We found no significant association between maternal occupational exposure to metals and oral clefts, whereas the study of Hao et al. [21] did find a significant association (OR = 5.67, 95% CI 1.34–24.09). In our study the prevalence of exposure was very low compared to the Chinese study (0.8% in our CP group versus 8.8% in Hao et al.). No other studies have investigated metal exposure in relation to oral clefts.

Finally, we observed no association between maternal occupational exposure to gases and fumes, which we analysed because these are often co-exposures in women exposed to pesticides, solvents and metals.

Strengths and limitations

A major strength of this study is the use of data from the population-based Eurocat registry. Ascertainment of oral cleft cases by Eurocat NNL was virtually complete for birth years 1997–2009, with a consent rate for registration of over 90% [8].Data in the Eurocat NNL database are of high quality and congenital anomalies are classified according to high standards and ICD codes. This made it possible to accurately distinguish between isolated clefts, clefts occurring together with other major congenital anomalies and syndromic clefts. Moreover, because both cases and both control groups had anomalies, recall bias is not expected to play a role in our study design.
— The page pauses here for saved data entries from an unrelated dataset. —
"""Turning stored rows and solver results into response models."""

from __future__ import annotations

from datetime import date

from sqlalchemy.orm import Session

from service.db import repository
from service.db.tables import JobState, Network, SolveJob
from service.policies import ServedPolicy
from service.schemas import (
    JobOut,
    NetworkCreated,
    NetworkOut,
    RecommendationOut,
    SolveState,
    TransferOut,
)
from solver import PolicyResult, Recommendation
from solver.spec import WEEKDAYS

__all__ = ["network_out", "recommendation_out", "transfers_of"]

CRITERIA = ("discounted", "average")


def network_out(
    session: Session, network: Network, jobs: list[SolveJob] | None = None
) -> NetworkOut | NetworkCreated:
    version = repository.latest_version(session, network.id)
    assert version is not None, "a network always has a version"
    solves = []
    for criterion in CRITERIA:
        policy = repository.policy_for(session, network.tenant_id, version.spec_hash, criterion)
        if policy is not None:
            solves.append(
                SolveState(criterion=criterion, state="ready", solved_at=policy.solved_at)
            )
            continue
        history = repository.jobs_for(session, network.tenant_id, version.spec_hash, criterion)
        if not history:
            solves.append(SolveState(criterion=criterion, state="not_requested"))
            continue
        job = history[0]
        state = "queued" if job.state == JobState.DONE else job.state
        solves.append(
            SolveState(
                criterion=criterion,
                state=state,
                job_id=job.id,
                error=job.error if job.state == JobState.FAILED else None,
            )
        )
    fields = {
        "id": network.id,
        "name": network.name,
        "archived": network.archived,
        "created_at": network.created_at,
        "version": version.number,
        "spec_hash": version.spec_hash,
        "solves": solves,
    }
    if jobs is None:
        return NetworkOut(**fields)
    return NetworkCreated(**fields, jobs=[JobOut.model_validate(job) for job in jobs])


def transfers_of(result: PolicyResult, flows: tuple[int, ...]) -> list[TransferOut]:
    ids = result.location_ids
    return [
        TransferOut(
            from_=ids[a],
            to=ids[b],
            units=units,
            unit_cost=float(result.lane_costs[lane]),
            dispatch_cost=float(result.dispatch_costs[lane]),
        )
        for lane, ((a, b), units) in enumerate(zip(result.lanes, flows, strict=True))
        if units > 0
    ]


def recommendation_out(
    network_id: int,
    criterion: str,
    served: ServedPolicy,
    recommendation: Recommendation,
    business_date: date | None = None,
) -> RecommendationOut:
    result = served.result
    ids = result.location_ids
    return RecommendationOut(
        network_id=network_id,
        criterion=criterion,
        version=served.version_number,
        stale=served.stale,
        solved_at=served.solved_at,
        parameters_calibrated_at=served.calibrated_at,
        residual=result.residual,
        stock=dict(zip(ids, recommendation.stock, strict=True)),
        transfers=transfers_of(result, recommendation.flows),
        stock_after_transfers=dict(zip(ids, recommendation.post_move_stock, strict=True)),
        transfer_cost=recommendation.transfer_cost,
        expected_value=recommendation.expected_value,
        value_without_transfers=recommendation.value_without_transfers,
        gain_from_transfers=recommendation.gain_from_transfers,
        profit_per_day=result.gain,
        business_date=business_date,
        night=None if business_date is None else WEEKDAYS[business_date.weekday()],
    )
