@sqlite_only
def test_the_three_forms_store_the_same_days(client: TestClient, engine: Engine) -> None:
    assortment, _ = _assortment(client, 2)
    lines, _ = _history(np.random.default_rng(3), [_code(0), _code(1)], 4)
    rows = [
        dict(
            zip(
                HISTORY_HEADER.split(","),
                [int(v) if v.isdigit() else v for v in line.split(",")],
                strict=True,
            )
        )
        for line in lines[1:]
    ]
    assert _post_csv(client, assortment, lines).json()["inserted"] == 24
    as_lines = client.post(
        f"/v1/assortments/{assortment}/history",
        content="\n".join(json.dumps(row) for row in rows),
        headers={"content-type": "application/x-ndjson"},
    ).json()
    assert (as_lines["inserted"], as_lines["replaced"]) == (0, 24)
    document = client.post(f"/v1/assortments/{assortment}/history", json={"rows": rows}).json()
    assert (document["inserted"], document["replaced"]) == (0, 24)
    bad = dict(rows[0], units_sold=1.5)
    body = assert_problem(
        client.post(f"/v1/assortments/{assortment}/history", json={"rows": [rows[1], bad]}), 422
    )
    assert pointers(body) == ["/rows/1/units_sold"]
    assert _rows(engine) == 24
    unsupported = client.post(
        f"/v1/assortments/{assortment}/history",
        content="x",
        headers={"content-type": "text/plain"},
    )
    assert_problem(unsupported, 415)
    assert_problem(client.get("/v1/assortments/999/history"), 404)


def _spec_means(spec: dict[str, Any]) -> dict[str, tuple[float, float]]:
    """(demand mean, replenishment mean) per location of a stored specification (a weekly law:
    the mean of its days)."""

    def mean(law: dict[str, Any]) -> float:
        if "weekly" in law:
            return float(np.mean([day["mean"] for day in law["weekly"].values()]))
        return float(law["mean"])

    return {
        loc["id"]: (mean(loc["demand"]), mean(loc["replenishment"])) for loc in spec["locations"]
    }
Another strength is the use of the ALOHA+ JEM. The benefit of using a JEM is that it avoids recall bias since the mother is not directly asked about her occupational exposure during pregnancy. Besides, results in occupational exposure estimates are that are less prone to differential misclassification of exposure compared to self-reported exposures [24, 28].
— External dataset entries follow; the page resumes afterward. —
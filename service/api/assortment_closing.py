"""Closing time for an assortment: one report per location carrying every item, and one pick
list per location once the last has reported."""

from __future__ import annotations

import csv
import io
import json
from datetime import date
from typing import Annotated, Any

from fastapi import APIRouter, Header, Path, Query, Request, Response
from fastapi.concurrency import run_in_threadpool

from service import assortment_closing as closing
from service.api.assortments import AssortmentId, find_or_404, read_lines, refused, storing_whole
from service.api.deps import ItemCacheDep, Reader, SessionDep, SettingsDep, Writer, media_type
from service.api.schemas.assortments import (
    ClosingReportOut,
    ClosingStateOut,
    ItemRecommendationsOut,
    ItemStocksIn,
    LocationReportOut,
    PickListOut,
)
from service.assortments import Assortment, layout_of
from service.errors import ClosingCountsError
from service.problems import PROBLEM_RESPONSES, InvalidInput, NotFound, UnsupportedMedia
from solver import InvalidStockError

router = APIRouter(prefix="/v1/assortments/{assortment_id}", tags=["assortments"])

Location = Annotated[
    str, Path(min_length=1, max_length=64, description="A location of the layout.")
]
BusinessDate = Annotated[
    date | None,
    Query(description="The business date; absent: the assortment's current one."),
]

_REPORT_DOC: dict[str, Any] = {
    "requestBody": {
        "required": True,
        "content": {
            "text/csv": {
                "schema": {"type": "string"},
                "example": "item,units\nDRL-18V,4\nSAW-CIRC,0\nGRD-125,7\n",
            },
            "application/json": {
                "schema": {
                    "type": "object",
                    "properties": {
                        "counts": {"type": "object", "additionalProperties": {"type": "integer"}}
                    },
                    "required": ["counts"],
                },
                "example": {"counts": {"DRL-18V": 4, "SAW-CIRC": 0, "GRD-125": 7}},
            },
        },
    }
}


def _location(assortment: Assortment, location: str) -> str:
    if location not in layout_of(assortment).location_ids:
        raise NotFound(f"no location {location!r} in assortment {assortment.id}")
    return location


def _parse_csv(lines: list[str]) -> dict[str, tuple[str, int]]:
    reader = csv.reader(lines)
    header = [name.strip().lstrip("\ufeff") for name in next(reader, [])]
    if header != ["item", "units"]:
        raise InvalidInput(
            "a closing report in CSV has the header item,units",
            [("/line/1", f"expected the columns item,units, found {','.join(header) or 'none'}")],
        )
    counts: dict[str, tuple[str, int]] = {}
    problems: list[tuple[str, str]] = []
    for number, record in enumerate(reader, start=2):
        if not any(field.strip() for field in record):
            continue
        where = f"/line/{number}"
        if len(record) != 2:
            problems.append((where, f"expected 2 fields, found {len(record)}"))
            continue
        code, text = record[0].strip(), record[1].strip()
        if not text.lstrip("-").isdigit():
            problems.append((f"{where}/units", f"expected whole units, not {text!r}"))
        elif code in counts:
            problems.append(
                (f"{where}/item", f"item {code!r} counted twice (first at {counts[code][0]})")
            )
        else:
            counts[code] = (f"{where}/units", int(text))
    if problems:
        raise refused("report", problems, listed=100)
    return counts


def _parse_json(lines: list[str]) -> dict[str, tuple[str, int]]:
    try:
        document = json.loads("\n".join(lines))
    except json.JSONDecodeError as exc:
        raise InvalidInput("the body is not JSON", [("", f"not JSON: {exc.msg}")]) from exc
    counts = document.get("counts") if isinstance(document, dict) else None
    if not isinstance(counts, dict) or set(document) != {"counts"}:
        raise InvalidInput('expected {"counts": {item: units, ...}}', [("", "expected counts")])
    problems = [
        (f"/counts/{code}", f"expected whole units, not {units!r}")
        for code, units in counts.items()
        if not isinstance(units, int) or isinstance(units, bool)
    ]
    if problems:
        raise refused("report", problems, listed=100)
    return {code: (f"/counts/{code}", units) for code, units in counts.items()}


@router.put(
    "/locations/{location}/closing-report",
    response_model=ClosingReportOut,
    openapi_extra=_REPORT_DOC,
    responses={413: PROBLEM_RESPONSES[413], 415: PROBLEM_RESPONSES[415]},
)
async def report_closing(
    assortment_id: AssortmentId,
    location: Location,
    request: Request,
    session: SessionDep,
    caller: Writer,
    settings: SettingsDep,
    cache: ItemCacheDep,
    business_date: BusinessDate = None,
    correction: Annotated[
        bool,
        Query(
            description="Change counts of a night whose pick lists are issued: the plan is "
            "made again as the next revision and the changes are kept."
        ),
    ] = False,
) -> ClosingReportOut:
    """One location's closing stock of every item, as CSV (item,units) or JSON; a repeat
    replaces it until the night's pick lists are issued. The last location's report issues
    them."""
    media = media_type(request)
    if media not in ("text/csv", "application/json"):
        raise UnsupportedMedia(f"send text/csv or application/json, not {media}")
    lines = await read_lines(request, settings.max_upload_bytes)

    def work() -> ClosingReportOut:
        assortment = find_or_404(session, caller.tenant_id, assortment_id)
        _location(assortment, location)
        counts = _parse_csv(lines) if media == "text/csv" else _parse_json(lines)
        day = business_date or closing.business_date_of(assortment)
        conflict = (
            "another report for this location and night arrived at the same moment; send this "
            "one again (a repeat replaces it)"
        )
        with storing_whole(session, "report", conflict):
            stored = closing.report_counts(
                session,
                cache,
                assortment,
                location,
                day,
                counts,
                correction=correction,
                key_prefix=caller.key_prefix,
            )
        return ClosingReportOut(
            assortment_id=assortment.id,
            location=location,
            business_date=day,
            items=stored.items,
            missing_locations=stored.missing,
            pick_list_revision=stored.revision,
            corrected=stored.corrected,
        )

    return await run_in_threadpool(work)


@router.get("/closing", response_model=ClosingStateOut)
def closing_state(
    assortment_id: AssortmentId,
    session: SessionDep,
    caller: Reader,
    business_date: BusinessDate = None,
) -> ClosingStateOut:
    """Which locations have reported on the business date, and the pick lists' revision and
    totals once issued."""
    assortment = find_or_404(session, caller.tenant_id, assortment_id)
    day = business_date or closing.business_date_of(assortment)
    state = closing.closing_state(session, assortment, day)
    pick_list = state.pick_list
    return ClosingStateOut(
        business_date=day,
        reported=[
            LocationReportOut(location=r.location, items=r.items, reported_at=r.reported_at)
            for r in state.reported
        ],
        missing_locations=state.missing,
        pick_list_revision=None if pick_list is None else pick_list.revision,
        summary=None if pick_list is None else json.loads(pick_list.summary),
    )


_CSV_COLUMNS = (
    "business_date",
    "revision",
    "item",
    "move",
    "counterpart",
    "units",
    "unit_cost",
    "item_gain",
)


def _csv(pick_list: closing.LocationPickList) -> str:
    out = io.StringIO()
    writer = csv.writer(out, lineterminator="\n")
    writer.writerow(_CSV_COLUMNS)
    for line in pick_list.lines:
        for move, key, other in (("send", "sends", "to"), ("receive", "receives", "from")):
            for entry in line[key]:
                writer.writerow(
                    (
                        pick_list.business_date.isoformat(),
                        pick_list.revision,
                        line["item"],
                        move,
                        entry[other],
                        entry["units"],
                        f"{entry['unit_cost']:.2f}",
                        f"{line['gain']:.2f}",
                    )
                )
    return out.getvalue()


@router.get(
    "/locations/{location}/pick-list",
    response_model=PickListOut,
    responses={
        200: {"content": {"text/csv": {"schema": {"type": "string"}}}},
        304: {"description": "Unchanged since the revision named in If-None-Match."},
    },
)
def pick_list(
    assortment_id: AssortmentId,
    location: Location,
    session: SessionDep,
    caller: Reader,
    business_date: BusinessDate = None,
    format: Annotated[str, Query(pattern="^(json|csv)$", description="json or csv.")] = "json",
    if_none_match: Annotated[
        str | None, Header(description="An ETag from an earlier read.")
    ] = None,
) -> Any:
    """What this location sends and receives tonight, per item, with what the item's moves
    are worth; 409 naming the locations still to report."""
    assortment = find_or_404(session, caller.tenant_id, assortment_id)
    _location(assortment, location)
    day = business_date or closing.business_date_of(assortment)
    found = closing.location_pick_list(session, assortment, location, day)
    etag = f'"{day.isoformat()}-r{found.revision}"'
    headers = {"ETag": etag}
    if if_none_match is not None and etag in {tag.strip() for tag in if_none_match.split(",")}:
        return Response(status_code=304, headers=headers)
    if format == "csv":
        return Response(_csv(found), media_type="text/csv", headers=headers)
    body = PickListOut(
        assortment_id=assortment.id,
        location=location,
        business_date=day,
        revision=found.revision,
        computed_at=found.computed_at,
        lines=found.lines,
        summary=found.summary,
        corrections=found.corrections,
    )
    return Response(
        body.model_dump_json(by_alias=True), media_type="application/json", headers=headers
    )


@router.post("/recommendations", response_model=ItemRecommendationsOut)
def recommend_items(
    assortment_id: AssortmentId,
    body: ItemStocksIn,
    session: SessionDep,
    caller: Reader,
    cache: ItemCacheDep,
) -> Response:
    """Tonight's moves of many items at once from their closing stocks, with the layout's
    shared trucks; nothing is stored (closing reports issue the kept pick lists)."""
    assortment = find_or_404(session, caller.tenant_id, assortment_id)
    day = body.business_date or closing.business_date_of(assortment)
    try:
        plan = closing.recommend_items(session, cache, assortment, body.stocks, day)
    except ClosingCountsError as exc:
        raise refused("report", exc.errors) from exc
    except InvalidStockError as exc:
        raise InvalidInput(str(exc), [("/stocks", str(exc))]) from exc
    names = plan.locations
    items = [
        {
            "item": line["item"],
            "network_id": line["network_id"],
            "version": line["version"],
            "state": line["state"],
            "transfers": [
                {"from": names[a], "to": names[b], "units": units} for a, b, units in line["moves"]
            ],
            "expected_value": line["value"],
            "value_without_transfers": line["value_without_moves"],
            "transfer_cost": line["transfer_cost"],
        }
        for line in plan.lines
    ]
    # Built as plain JSON: validating tens of thousands of lines through the response model
    # would cost more than planning them.
    document = {"business_date": day.isoformat(), "items": items, "summary": plan.summary}
    return Response(json.dumps(document, separators=(",", ":")), media_type="application/json")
The Eurocat NNL questionnaire includes questions about job title and workplace during pregnancy, but did not include questions about the actual job tasks that were performed. It is therefore possible that women avoided certain activities during the periconceptional period in order to decrease exposure to potential teratogenic agents. Their actual exposure could therefore have been lower or absent from what was assigned by the JEM based on their job. Another limitation of using a JEM, compared to expert assessment, is that JEMs have often low sensitivity. Partly, this low sensitivity is due to the variability in exposure across time which is not taken into account by the JEM [29].
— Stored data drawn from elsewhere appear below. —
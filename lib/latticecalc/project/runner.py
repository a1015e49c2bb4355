"""Run a project's notebooks headless, in order, in one kernel, and save their outputs.

The executed copies go to ``out/executed/`` (the user's notebooks are not rewritten); a run
record with the hashes of the inputs and notebook code goes to ``out/run-record.json`` so that
the export can refuse a stale project.

A run cannot hang. nbclient drives an *asynchronous* kernel manager, so its per-cell timeout and
its check that the kernel is still alive keep working while a cell runs (with a blocking client
one wait for kernel output held the whole loop, and a dead kernel or an endless cell blocked the
run for ever). The notebooks execute in a worker thread; the calling thread supervises: it keeps
a deadline for the whole run and, when it is the main thread, catches SIGINT and SIGTERM. A
failed cell, a cell over its time, a kernel that died, the run deadline and a signal each kill
the kernel's whole process group and raise a :class:`~latticecalc.errors.NotebookError` subclass
naming the notebook and the cell.

A design loop may run only some sections (``only=["20", "30"]``, ``latticecalc run --only 20 30``).
Each section notebook opens the project itself, so a section needs no other to run; a notebook that
does use a name only an earlier notebook defines gets that notebook run before it (found from the
code, :func:`select_notebooks`). Such a partial run records the skipped notebooks under a key of its
own in the run record's state; :func:`~latticecalc.project.state.stale_files` names it, so export
and sign-off refuse until a run without ``only``.
"""

from __future__ import annotations

import ast
import asyncio
import atexit
import builtins
import contextlib
import json
import os
import queue
import shutil
import signal
import subprocess
import sys
import tempfile
import threading
import time
from collections.abc import Callable, Iterator, Sequence
from dataclasses import dataclass, field
from datetime import UTC, datetime
from pathlib import Path
from typing import Any

import nbformat
from jupyter_client import AsyncKernelManager
from jupyter_client.kernelspec import KernelSpec
from nbclient import NotebookClient
from nbclient.exceptions import CellExecutionError, CellTimeoutError, DeadKernelError

from latticecalc import __version__
from latticecalc.errors import (
    InputError,
    KernelDiedError,
    NotebookError,
    RunInterruptedError,
    RunTimeoutError,
)
from latticecalc.project.atomic import write_text_atomic
from latticecalc.project.project import Project, open_project
from latticecalc.project.state import EXECUTED_DIR, RUN_RECORD, current_state, executed_outputs, settled_state

Progress = Callable[[str], None]

#: Seconds the worker gets to wind down once the kernel has been killed.
GRACE_SECONDS = 10.0
#: How often the supervising thread looks at the worker, the deadline and the signal flag.
_POLL_SECONDS = 0.2
#: Seconds allowed for starting the kernel and for each notebook's client to connect, added to
#: the default run deadline.
_STARTUP_SECONDS = 60


def _stderr(msg: str) -> None:
    print(msg, file=sys.stderr, flush=True)


@dataclass(frozen=True, kw_only=True)
class RunReport:
    """What a run did: notebooks executed with their times, and where the outputs went."""

    project: Path
    notebooks: tuple[tuple[str, float], ...]
    executed_dir: Path
    seconds: float
    #: Notebooks a partial run (``only=``) left out, in run order; empty after a full run.
    skipped: tuple[str, ...] = ()


def _kernel_manager() -> AsyncKernelManager:
    km = AsyncKernelManager()
    # The kernel runs the same Python as the kit, whatever kernelspecs the machine has.
    km._kernel_spec = KernelSpec(argv=[sys.executable, "-m", "ipykernel_launcher", "-f", "{connection_file}",
                                       "--IPKernelApp.log_level=40"],
                                 display_name="latticecalc", language="python", name="python3")
    km.kernel_name = "python3"
    return km


def _private_sockets(km: AsyncKernelManager) -> str | None:
    """Put the kernel's channels on Unix sockets in a private folder (POSIX); returns the folder.

    Over TCP the kernel manager picks free ports and the kernel binds them a moment later; another
    process (a second run, a test worker) could take one in between and the kernel died at start
    ("Address already in use"). A socket file in a folder of this run's own cannot be taken.
    """
    if os.name != "posix":
        return None
    folder = tempfile.mkdtemp(prefix="lc-kernel-")
    km.transport = "ipc"
    km.ip = os.path.join(folder, "k")
    return folder


def _kernel_env() -> dict[str, str]:
    env = dict(os.environ)
    env.setdefault("MPLBACKEND", "module://matplotlib_inline.backend_inline")
    env["PYDEVD_DISABLE_FILE_VALIDATION"] = "1"
    return env


@dataclass
class _Live:
    """What the worker is doing, read by the supervising thread (plain attribute writes)."""

    notebook: str | None = None
    cell: int | None = None  # 1-based over all the notebook's cells, as JupyterLab counts them
    source: str = ""
    process: subprocess.Popen | None = None
    pgid: int | None = None
    loop: asyncio.AbstractEventLoop | None = None
    task: asyncio.Task | None = None
    client: NotebookClient | None = None
    stop: str | None = None  # why the supervisor stopped the run: a signal name or "deadline"
    outcome: Any = None  # the timings, or the exception the worker ended with
    messages: queue.SimpleQueue = field(default_factory=queue.SimpleQueue)

    def where(self) -> str:
        if self.notebook is None:
            return "the kernel was starting"
        if self.cell is None:
            return f"{self.notebook} was starting"
        return f"{_cell_name(self.cell, self.source)} of {self.notebook} was running"


def _cell_name(number: int, source: str) -> str:
    first = next((line.strip() for line in source.splitlines() if line.strip()), "")
    if len(first) > 60:
        first = first[:59] + "…"
    return f"cell {number}" + (f" (`{first}`)" if first else "")


def _stream_text(cell: Any) -> str:
    return "".join(o.get("text", "") for o in cell.get("outputs", []) if o.get("output_type") == "stream")


def _with_output(message: str, cell: Any) -> str:
    shown = _stream_text(cell) if cell is not None else ""
    if shown.strip():
        message += "\n  cell output:\n    " + "\n    ".join(shown.strip().splitlines()[-15:])
    return message
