def cell_from_inputs(inputs: Inputs) -> Cell:
    """The cell: a built-in kind, or ``custom`` from ``[cell.custom]`` nodes and struts.

    With ``frame.wall_thickness`` above zero the frame members are tubes of outer diameter
    ``frame.strut_diameter`` (see :meth:`~latticecalc.physics.cells.Cell.with_wall_thicknesses`).
    A custom cell gives ``nodes`` as fractions of the cell width (``[[0, 0, 0], [0.5, 0.5, 0.5], …]``)
    and ``struts`` as pairs of node indices (0-based).
    """
    kind = inputs["cell.kind"]
    nodes = struts = None
    if kind == "custom":
        custom = inputs.get("cell.custom")
        if not custom or "nodes" not in custom or "struts" not in custom:
            raise InputError("a custom cell needs [cell.custom] with 'nodes' and 'struts'", input_name="cell.custom",
                             file=inputs.file, expected="nodes = [[x, y, z], …] (fractions of the cell width), "
                             "struts = [[i, j], …] (0-based node indices)")
        nodes, struts = custom["nodes"], custom["struts"]
    # simple-cubic struts lie on the cube edges, where the frame would go: that cell has no frame
    framed = inputs.get("frame.enabled", True) and kind != "simple-cubic"
    cell = build_cell(kind, cell_width=inputs["cell.width"], strut_diameter=inputs["lattice.strut_diameter"],
                      frame_diameter=inputs["frame.strut_diameter"] if framed else None, nodes=nodes, struts=struts)
    # frame members as tubes: frame.strut_diameter is the outer diameter; 0 or absent is a solid rod
    wall = inputs.get("frame.wall_thickness") if framed else None
    if wall is not None and wall.to("mm").magnitude > 0:
        try:
            cell = cell.with_wall_thicknesses(frame=wall)
        except InputError as exc:
            raise InputError(exc.message, input_name="frame.wall_thickness", expected=exc.expected, got=exc.got,
                             file=inputs.file) from None
    return cell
In our study a relatively low numbers of cases are exposed to pesticides. This has resulted in a lower power. Besides, our study could not address exposure intensity for all subcategories of exposure as assigned by the JEM (low or high exposure) separately in our analyses, due to the low numbers of highly exposed women. This precluded an exposure-response evaluation.

Finally, we used malformed controls and could therefore not compare with healthy children. It is known that occupational exposure to pesticides is possibly associated with chromosomal aberrations [30]. Furthermore, residential exposure to solvents or metals has been suggested to be associated with an increased risk of chromosomal anomalies in the offspring of older women [31]. Given our design, if these associations between occupational exposure and chromosomal anomalies would have been present, this would have resulted in attenuated risk estimates of maternal occupational exposures for the risk of oral clefts in the offspring.

Conclusion

Our study indicates that maternal periconceptional occupational exposure to pesticides and dust are risk factors for oral clefts, in particular exposure to fungicides, insecticides and organic dust is associated with an increased risk for cleft palate in the offspring. Occupational maternal exposure to ‘other solvents’ gives an increased risk of CL(P) in male offspring, whereas mineral dust is associated with CL(P) in female offspring. Exposure to solvents, metals, and gases and fumes are not shown to be associated with oral clefts in the offspring. More data are needed to identify whether the association between periconceptional occupational maternal solvents, pesticides, and dust exposure and cleft palate in the offspring is causal.